=== EXERCISE DESCRIPTION ===
Below are the records; copy every line in them that holds the string "when".

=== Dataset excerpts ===
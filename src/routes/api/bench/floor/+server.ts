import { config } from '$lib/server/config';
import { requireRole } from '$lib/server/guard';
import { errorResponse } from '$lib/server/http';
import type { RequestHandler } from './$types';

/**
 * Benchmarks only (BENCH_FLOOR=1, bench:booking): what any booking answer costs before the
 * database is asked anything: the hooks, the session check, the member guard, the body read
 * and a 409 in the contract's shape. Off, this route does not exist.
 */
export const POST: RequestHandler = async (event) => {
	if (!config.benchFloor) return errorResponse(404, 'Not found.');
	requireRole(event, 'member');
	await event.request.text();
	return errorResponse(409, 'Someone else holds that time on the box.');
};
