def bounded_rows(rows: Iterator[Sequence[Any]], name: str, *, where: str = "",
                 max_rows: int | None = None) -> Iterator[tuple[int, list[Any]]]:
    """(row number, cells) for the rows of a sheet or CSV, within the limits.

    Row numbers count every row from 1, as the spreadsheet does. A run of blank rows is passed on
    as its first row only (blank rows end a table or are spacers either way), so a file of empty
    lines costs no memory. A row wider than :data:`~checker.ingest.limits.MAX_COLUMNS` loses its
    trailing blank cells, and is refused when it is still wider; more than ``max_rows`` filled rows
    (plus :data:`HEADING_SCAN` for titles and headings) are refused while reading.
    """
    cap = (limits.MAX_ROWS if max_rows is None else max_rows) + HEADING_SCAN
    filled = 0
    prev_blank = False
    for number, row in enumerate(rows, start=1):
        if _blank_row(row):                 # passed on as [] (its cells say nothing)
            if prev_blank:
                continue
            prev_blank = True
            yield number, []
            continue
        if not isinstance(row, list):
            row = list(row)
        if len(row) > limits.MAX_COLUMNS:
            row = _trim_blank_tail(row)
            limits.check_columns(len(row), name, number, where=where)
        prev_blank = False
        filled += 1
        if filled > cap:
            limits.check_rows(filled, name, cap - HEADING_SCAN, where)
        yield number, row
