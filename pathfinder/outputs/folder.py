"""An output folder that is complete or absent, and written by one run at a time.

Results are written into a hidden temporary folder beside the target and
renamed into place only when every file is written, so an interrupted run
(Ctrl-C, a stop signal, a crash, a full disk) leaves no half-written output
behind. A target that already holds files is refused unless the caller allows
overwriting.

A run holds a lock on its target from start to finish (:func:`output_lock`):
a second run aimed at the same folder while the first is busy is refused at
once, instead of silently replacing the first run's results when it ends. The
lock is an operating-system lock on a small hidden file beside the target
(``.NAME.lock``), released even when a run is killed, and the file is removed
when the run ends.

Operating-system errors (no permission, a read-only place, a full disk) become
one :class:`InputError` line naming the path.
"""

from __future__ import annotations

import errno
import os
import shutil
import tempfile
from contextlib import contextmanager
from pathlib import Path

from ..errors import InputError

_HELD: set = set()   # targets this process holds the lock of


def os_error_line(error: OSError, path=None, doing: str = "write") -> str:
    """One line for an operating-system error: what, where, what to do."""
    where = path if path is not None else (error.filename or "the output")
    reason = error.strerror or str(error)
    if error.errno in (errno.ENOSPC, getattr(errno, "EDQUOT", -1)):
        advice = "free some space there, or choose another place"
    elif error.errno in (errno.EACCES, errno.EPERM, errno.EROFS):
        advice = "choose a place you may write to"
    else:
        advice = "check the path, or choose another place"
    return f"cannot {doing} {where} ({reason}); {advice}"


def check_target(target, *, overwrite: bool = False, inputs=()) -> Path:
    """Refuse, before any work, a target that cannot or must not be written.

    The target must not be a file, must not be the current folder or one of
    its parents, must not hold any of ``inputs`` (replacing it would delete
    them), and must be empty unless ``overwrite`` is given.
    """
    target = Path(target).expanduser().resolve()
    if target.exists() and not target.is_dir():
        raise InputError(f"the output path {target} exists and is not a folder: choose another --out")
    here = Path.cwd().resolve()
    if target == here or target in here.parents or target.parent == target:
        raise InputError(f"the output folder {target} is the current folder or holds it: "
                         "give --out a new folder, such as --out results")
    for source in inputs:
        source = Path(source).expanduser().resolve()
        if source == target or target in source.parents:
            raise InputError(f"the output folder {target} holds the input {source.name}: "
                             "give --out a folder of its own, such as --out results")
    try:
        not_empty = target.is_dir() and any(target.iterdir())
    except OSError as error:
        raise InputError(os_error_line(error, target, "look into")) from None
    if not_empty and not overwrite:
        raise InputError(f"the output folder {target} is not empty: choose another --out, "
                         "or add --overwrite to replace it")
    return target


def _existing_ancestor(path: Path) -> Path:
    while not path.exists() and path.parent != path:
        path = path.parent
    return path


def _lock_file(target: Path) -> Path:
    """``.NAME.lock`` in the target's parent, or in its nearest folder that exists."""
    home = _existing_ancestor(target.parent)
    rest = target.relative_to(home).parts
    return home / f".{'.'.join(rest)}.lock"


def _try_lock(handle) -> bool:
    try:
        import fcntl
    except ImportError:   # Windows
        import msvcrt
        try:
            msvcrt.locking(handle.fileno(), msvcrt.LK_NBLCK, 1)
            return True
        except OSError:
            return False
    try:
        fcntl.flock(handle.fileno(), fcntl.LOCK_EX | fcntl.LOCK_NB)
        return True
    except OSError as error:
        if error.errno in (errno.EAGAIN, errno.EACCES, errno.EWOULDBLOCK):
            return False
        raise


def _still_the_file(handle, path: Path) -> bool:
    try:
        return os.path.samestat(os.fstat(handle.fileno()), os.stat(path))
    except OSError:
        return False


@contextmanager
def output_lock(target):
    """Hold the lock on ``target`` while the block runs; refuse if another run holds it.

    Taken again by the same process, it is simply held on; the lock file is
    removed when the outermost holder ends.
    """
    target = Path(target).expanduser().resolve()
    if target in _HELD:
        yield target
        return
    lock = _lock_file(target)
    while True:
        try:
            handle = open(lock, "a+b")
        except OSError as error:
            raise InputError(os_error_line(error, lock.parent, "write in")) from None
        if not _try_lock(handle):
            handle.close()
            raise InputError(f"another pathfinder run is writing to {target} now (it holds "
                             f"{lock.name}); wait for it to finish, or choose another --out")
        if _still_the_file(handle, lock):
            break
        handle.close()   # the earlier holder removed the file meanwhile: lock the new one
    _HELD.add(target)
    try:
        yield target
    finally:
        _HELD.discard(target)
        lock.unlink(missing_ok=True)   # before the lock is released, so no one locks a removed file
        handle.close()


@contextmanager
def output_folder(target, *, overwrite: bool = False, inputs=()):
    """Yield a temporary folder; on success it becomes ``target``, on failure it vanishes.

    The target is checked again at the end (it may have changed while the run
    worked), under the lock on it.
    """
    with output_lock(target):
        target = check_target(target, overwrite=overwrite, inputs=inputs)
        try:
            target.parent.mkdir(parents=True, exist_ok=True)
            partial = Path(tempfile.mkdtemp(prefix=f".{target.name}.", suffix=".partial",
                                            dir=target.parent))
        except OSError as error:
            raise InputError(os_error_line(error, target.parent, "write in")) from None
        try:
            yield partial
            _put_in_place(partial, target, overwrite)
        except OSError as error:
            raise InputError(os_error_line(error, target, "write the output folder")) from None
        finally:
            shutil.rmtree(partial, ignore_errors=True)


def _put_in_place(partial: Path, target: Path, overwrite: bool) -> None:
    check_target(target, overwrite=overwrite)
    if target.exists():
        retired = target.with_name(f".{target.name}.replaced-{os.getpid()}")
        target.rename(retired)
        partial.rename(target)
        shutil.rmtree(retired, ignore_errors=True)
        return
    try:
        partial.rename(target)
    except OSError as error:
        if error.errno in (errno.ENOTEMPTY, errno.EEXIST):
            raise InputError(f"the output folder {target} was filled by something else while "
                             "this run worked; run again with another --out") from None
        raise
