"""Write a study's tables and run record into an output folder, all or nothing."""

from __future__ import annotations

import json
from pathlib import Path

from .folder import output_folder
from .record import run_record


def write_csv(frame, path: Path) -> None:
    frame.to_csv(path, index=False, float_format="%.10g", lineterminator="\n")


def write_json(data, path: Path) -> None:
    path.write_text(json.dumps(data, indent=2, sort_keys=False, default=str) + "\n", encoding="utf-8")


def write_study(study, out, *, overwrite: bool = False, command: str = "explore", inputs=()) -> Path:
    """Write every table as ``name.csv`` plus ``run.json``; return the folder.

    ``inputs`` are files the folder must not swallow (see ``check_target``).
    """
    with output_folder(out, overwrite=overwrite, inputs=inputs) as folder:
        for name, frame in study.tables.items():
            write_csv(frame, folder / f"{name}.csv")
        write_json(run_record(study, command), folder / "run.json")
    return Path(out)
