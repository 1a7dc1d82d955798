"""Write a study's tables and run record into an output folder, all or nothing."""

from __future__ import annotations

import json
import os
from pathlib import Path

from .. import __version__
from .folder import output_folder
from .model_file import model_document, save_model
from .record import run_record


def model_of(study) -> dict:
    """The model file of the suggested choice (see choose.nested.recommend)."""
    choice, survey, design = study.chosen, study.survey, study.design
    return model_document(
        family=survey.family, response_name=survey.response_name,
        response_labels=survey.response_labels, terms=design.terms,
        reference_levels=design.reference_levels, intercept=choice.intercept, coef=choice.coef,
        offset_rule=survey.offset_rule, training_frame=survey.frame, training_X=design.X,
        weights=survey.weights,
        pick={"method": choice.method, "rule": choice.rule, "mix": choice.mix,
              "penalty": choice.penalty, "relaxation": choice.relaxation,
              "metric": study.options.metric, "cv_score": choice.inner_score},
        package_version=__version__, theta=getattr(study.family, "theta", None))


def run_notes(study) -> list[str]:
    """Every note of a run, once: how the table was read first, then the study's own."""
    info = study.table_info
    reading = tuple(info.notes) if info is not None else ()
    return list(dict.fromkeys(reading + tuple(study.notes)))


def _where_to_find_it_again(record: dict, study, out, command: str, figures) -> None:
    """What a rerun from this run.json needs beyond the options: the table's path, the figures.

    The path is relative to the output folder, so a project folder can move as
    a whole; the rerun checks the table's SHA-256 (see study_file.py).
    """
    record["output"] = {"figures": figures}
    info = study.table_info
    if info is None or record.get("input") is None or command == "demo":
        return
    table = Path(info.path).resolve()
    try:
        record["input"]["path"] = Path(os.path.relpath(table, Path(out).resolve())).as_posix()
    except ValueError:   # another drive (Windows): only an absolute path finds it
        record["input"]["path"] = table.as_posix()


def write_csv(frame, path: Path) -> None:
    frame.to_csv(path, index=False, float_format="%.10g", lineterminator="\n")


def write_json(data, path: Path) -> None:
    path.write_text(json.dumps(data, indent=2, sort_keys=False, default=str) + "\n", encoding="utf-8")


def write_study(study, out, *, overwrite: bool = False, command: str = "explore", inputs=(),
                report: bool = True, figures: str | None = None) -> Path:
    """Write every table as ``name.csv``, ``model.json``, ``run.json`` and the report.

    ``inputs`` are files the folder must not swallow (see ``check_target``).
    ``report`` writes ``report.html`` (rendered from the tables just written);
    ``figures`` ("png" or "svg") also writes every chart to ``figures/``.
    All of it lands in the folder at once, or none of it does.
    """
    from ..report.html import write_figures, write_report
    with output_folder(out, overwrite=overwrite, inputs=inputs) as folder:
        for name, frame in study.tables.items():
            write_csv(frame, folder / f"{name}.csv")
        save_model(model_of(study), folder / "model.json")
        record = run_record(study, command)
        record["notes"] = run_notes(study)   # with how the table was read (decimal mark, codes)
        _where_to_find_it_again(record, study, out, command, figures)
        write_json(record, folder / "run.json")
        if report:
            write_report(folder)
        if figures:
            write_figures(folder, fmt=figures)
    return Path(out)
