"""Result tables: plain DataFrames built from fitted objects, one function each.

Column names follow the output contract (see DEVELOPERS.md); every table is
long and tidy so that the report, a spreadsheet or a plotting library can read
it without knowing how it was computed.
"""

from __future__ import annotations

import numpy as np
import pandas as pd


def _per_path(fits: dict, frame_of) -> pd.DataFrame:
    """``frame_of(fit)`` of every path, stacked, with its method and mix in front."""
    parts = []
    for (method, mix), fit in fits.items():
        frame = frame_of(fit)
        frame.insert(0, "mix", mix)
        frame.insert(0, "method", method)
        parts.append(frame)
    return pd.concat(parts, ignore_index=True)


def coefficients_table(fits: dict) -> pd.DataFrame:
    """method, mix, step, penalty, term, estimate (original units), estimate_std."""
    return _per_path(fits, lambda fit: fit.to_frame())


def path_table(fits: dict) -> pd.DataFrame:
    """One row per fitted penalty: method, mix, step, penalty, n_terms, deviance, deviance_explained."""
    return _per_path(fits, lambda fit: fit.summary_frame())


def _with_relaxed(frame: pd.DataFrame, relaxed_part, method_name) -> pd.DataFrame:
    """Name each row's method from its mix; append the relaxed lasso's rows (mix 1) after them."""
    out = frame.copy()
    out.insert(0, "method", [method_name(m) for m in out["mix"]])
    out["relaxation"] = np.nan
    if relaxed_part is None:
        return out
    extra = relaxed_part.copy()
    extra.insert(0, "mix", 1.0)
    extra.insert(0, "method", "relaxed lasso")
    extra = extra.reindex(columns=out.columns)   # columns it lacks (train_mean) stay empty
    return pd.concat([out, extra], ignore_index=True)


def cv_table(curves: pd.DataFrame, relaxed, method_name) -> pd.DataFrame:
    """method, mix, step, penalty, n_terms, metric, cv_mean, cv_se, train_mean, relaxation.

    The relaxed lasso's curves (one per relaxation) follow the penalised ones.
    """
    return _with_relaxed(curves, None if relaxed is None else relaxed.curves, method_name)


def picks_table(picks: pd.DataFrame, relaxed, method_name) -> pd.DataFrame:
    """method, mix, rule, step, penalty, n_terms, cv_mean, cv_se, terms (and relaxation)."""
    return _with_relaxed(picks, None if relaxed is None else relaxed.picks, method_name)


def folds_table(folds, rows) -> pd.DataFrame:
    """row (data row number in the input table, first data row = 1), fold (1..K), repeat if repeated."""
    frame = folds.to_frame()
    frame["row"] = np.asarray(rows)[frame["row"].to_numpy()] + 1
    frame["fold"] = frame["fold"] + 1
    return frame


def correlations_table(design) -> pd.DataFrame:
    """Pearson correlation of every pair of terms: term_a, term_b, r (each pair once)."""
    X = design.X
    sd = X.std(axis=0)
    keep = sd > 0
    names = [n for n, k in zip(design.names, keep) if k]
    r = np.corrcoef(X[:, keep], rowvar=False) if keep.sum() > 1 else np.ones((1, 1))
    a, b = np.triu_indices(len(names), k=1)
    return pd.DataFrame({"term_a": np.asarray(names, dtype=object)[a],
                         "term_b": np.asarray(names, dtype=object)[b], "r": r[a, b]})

=== ANSWER SECTION ===
    trailing blank cells, and is refused when it is still wider; more than ``max_rows`` filled rows
renamed into place only when every file is written, so an interrupted run
once, instead of silently replacing the first run's results when it ends. The
(``.NAME.lock``), released even when a run is killed, and the file is removed
when the run ends.
    removed when the outermost holder ends.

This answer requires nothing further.